Stored data entries:
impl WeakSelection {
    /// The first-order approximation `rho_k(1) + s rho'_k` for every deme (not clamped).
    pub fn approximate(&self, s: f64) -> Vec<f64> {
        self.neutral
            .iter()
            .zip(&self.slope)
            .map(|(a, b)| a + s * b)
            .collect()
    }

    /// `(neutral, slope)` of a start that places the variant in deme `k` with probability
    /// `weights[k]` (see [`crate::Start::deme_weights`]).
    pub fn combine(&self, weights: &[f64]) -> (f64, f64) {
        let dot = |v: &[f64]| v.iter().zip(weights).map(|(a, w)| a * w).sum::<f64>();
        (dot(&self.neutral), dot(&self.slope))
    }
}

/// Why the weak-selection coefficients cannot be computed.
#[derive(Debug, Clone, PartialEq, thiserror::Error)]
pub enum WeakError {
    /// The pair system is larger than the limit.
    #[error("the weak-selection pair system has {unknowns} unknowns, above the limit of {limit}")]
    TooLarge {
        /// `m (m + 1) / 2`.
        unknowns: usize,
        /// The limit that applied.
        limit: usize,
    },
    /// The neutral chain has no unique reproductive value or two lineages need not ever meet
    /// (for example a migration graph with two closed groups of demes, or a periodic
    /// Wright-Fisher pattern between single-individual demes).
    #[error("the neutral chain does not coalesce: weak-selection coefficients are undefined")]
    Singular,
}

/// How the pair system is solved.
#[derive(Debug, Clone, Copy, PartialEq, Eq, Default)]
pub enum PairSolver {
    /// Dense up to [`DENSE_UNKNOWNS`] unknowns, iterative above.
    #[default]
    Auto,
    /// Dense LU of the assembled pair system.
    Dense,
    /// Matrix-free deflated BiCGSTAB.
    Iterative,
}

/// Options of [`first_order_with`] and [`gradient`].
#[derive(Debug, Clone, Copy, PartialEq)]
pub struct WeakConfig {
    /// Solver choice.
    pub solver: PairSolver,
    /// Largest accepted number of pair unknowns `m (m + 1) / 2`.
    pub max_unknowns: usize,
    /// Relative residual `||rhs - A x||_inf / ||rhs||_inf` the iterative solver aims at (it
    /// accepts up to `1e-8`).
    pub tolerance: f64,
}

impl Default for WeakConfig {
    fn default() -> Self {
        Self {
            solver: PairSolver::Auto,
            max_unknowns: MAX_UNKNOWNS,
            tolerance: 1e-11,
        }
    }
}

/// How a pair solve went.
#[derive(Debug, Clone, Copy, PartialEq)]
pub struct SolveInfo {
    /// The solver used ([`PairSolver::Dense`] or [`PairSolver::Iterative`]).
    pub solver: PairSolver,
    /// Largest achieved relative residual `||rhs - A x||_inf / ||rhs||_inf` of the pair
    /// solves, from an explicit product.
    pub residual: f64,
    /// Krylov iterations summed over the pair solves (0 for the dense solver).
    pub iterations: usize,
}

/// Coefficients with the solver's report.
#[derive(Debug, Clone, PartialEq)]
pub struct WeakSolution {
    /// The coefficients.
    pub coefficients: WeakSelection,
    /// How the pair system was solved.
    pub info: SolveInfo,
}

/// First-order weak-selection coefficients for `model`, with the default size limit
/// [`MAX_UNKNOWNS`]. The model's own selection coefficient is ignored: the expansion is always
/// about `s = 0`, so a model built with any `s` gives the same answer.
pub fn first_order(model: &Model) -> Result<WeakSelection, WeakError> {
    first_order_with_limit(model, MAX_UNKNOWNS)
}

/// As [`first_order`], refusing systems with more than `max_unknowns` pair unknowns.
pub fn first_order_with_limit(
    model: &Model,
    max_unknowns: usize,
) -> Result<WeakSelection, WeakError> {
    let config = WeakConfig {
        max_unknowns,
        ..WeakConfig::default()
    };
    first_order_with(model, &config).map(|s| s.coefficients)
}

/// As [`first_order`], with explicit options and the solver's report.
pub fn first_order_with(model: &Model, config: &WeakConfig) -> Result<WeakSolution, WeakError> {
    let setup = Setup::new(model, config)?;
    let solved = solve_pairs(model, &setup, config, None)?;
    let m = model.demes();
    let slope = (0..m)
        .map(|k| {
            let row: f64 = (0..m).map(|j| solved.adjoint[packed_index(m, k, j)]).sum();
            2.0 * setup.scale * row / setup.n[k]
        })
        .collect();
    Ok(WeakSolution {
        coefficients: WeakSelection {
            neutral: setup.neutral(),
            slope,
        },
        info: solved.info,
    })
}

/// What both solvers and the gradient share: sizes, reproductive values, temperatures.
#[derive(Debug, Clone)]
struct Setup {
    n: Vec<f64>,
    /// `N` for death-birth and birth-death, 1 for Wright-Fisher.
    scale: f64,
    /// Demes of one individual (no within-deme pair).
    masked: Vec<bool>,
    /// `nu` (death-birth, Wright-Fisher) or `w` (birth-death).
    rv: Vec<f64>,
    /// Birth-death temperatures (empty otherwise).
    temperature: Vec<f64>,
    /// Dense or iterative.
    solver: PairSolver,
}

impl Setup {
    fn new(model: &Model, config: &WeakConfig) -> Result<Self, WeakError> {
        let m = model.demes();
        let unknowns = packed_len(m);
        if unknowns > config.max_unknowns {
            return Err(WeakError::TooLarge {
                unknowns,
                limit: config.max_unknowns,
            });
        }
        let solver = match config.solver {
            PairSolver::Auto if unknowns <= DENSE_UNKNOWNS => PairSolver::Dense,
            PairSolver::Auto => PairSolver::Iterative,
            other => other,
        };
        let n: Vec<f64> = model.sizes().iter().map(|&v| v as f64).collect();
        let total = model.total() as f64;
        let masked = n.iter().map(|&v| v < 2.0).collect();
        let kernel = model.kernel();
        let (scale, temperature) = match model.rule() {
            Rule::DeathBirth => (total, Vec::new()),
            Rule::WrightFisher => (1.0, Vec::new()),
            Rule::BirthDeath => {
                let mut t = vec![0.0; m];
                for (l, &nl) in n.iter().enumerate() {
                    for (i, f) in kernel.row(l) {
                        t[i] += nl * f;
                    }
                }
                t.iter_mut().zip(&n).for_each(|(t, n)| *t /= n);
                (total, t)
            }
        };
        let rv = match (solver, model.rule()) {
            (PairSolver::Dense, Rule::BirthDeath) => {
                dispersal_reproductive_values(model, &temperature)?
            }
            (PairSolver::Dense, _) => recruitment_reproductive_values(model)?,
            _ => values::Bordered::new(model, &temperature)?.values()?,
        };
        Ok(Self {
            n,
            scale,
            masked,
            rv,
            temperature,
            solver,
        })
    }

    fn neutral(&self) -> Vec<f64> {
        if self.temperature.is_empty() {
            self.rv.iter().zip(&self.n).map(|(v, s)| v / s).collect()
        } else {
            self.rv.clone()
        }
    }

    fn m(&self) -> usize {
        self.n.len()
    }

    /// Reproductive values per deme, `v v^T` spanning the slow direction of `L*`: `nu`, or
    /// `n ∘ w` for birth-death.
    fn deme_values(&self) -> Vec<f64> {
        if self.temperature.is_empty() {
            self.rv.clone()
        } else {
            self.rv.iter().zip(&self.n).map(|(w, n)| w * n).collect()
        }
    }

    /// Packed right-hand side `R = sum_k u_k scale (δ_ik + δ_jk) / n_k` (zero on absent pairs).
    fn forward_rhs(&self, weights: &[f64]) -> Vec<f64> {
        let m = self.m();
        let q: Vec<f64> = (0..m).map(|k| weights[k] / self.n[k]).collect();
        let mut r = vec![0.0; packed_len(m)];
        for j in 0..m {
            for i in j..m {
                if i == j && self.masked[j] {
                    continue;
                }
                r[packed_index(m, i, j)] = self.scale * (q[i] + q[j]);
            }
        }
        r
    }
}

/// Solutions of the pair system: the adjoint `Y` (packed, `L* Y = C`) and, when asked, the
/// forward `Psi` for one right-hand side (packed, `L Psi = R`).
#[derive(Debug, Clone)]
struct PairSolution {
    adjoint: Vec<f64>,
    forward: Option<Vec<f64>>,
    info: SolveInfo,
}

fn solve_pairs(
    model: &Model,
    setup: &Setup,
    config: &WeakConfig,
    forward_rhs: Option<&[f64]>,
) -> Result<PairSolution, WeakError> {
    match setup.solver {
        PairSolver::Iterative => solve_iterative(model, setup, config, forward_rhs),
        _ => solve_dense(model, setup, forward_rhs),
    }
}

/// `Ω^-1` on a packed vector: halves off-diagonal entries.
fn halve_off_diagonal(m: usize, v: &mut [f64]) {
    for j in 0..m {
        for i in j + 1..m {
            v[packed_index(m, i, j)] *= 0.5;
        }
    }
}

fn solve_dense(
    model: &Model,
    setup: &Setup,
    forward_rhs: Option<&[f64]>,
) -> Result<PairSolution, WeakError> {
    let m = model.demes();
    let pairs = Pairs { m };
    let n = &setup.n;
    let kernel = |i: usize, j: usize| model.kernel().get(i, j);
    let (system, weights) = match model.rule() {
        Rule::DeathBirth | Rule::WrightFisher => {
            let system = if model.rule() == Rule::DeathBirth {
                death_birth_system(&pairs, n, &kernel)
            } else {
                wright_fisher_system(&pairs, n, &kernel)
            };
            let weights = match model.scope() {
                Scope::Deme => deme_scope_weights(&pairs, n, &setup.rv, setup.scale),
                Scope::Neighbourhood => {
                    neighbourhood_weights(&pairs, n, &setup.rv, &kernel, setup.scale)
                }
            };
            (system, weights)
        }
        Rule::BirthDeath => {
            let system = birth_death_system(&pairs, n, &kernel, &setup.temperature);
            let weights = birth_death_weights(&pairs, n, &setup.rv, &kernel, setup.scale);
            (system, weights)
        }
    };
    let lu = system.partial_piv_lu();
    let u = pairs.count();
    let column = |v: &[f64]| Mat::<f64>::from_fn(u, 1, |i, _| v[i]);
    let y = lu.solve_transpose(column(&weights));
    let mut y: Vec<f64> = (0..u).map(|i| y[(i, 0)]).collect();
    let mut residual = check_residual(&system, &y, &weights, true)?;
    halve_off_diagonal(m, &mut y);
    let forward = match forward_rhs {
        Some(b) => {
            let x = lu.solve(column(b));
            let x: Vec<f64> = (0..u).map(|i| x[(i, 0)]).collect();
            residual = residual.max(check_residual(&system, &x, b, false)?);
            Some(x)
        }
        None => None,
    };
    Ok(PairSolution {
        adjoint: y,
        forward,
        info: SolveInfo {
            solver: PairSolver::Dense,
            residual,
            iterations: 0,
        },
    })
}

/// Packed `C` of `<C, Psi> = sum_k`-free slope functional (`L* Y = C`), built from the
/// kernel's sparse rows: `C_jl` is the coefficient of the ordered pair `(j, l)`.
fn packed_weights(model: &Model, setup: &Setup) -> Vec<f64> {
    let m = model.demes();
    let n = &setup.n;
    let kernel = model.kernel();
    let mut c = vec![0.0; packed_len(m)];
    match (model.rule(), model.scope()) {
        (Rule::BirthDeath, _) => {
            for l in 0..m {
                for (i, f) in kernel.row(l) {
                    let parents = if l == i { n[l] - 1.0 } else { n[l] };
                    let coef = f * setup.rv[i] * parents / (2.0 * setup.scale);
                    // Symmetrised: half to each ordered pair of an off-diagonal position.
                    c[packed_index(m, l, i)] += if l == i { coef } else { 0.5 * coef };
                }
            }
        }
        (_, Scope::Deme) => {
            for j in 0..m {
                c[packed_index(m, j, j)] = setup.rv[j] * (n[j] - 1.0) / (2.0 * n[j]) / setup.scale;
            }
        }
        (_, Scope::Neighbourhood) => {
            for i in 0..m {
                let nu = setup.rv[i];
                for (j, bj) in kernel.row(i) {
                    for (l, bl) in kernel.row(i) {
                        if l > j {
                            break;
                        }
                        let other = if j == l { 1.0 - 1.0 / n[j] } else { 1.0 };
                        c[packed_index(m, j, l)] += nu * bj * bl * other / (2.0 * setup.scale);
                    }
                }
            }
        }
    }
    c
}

### [Your objective]
The word to look for is "else"; copy out every line of the entries that holds it.

### [Solution for this problem]
        } else {
        } else {
            } else {
                    let parents = if l == i { n[l] - 1.0 } else { n[l] };
                    c[packed_index(m, l, i)] += if l == i { coef } else { 0.5 * coef };
                        let other = if j == l { 1.0 - 1.0 / n[j] } else { 1.0 };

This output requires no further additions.